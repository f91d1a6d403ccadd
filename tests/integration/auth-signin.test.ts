import { describe, it, expect } from 'vitest';
import { client, signedIn, DEMO } from '../helpers/http';
import { GENERIC_FAILURE } from '../../src/lib/server/auth/service';

describe('JSON sign-in', () => {
	it('signs a demo curator in with a session cookie and knows who they are', async () => {
		const c = await signedIn(DEMO.curator);
		expect(c.cookie).toMatch(/^regolog_session=/);
		const me = await c.get('/api/me');
		expect(me.status).toBe(200);
		expect(me.body.user).toMatchObject({ email: DEMO.curator, role: 'curator', labId: null });
	});

	it('answers a wrong password and an unknown account with the same message', async () => {
		const wrong = await client().post('/api/auth/sign-in', { email: DEMO.auditor, password: 'not-the-password-at-all' });
		const unknown = await client().post('/api/auth/sign-in', { email: 'nobody@brightwater.example', password: 'not-the-password-at-all' });
		expect(wrong.status).toBe(401);
		expect(unknown.status).toBe(401);
		expect(wrong.body).toEqual(unknown.body);
		expect(wrong.body.error.message).toBe(GENERIC_FAILURE);
	});

	it('signing out ends access', async () => {
		const c = await signedIn(DEMO.fennick);
		const cookie = c.cookie;
		expect((await c.post('/api/auth/sign-out')).status).toBe(200);
		const again = client(cookie);
		const me = await again.get('/api/me');
		expect(me.status).toBe(401);
		expect(me.body.error.code).toBe('unauthenticated');
	});
});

========================

PROBLEM TO SOLVE: State how many lines in the data include the string "cookie". Nothing else belongs in the reply.

TASK RESULT: 4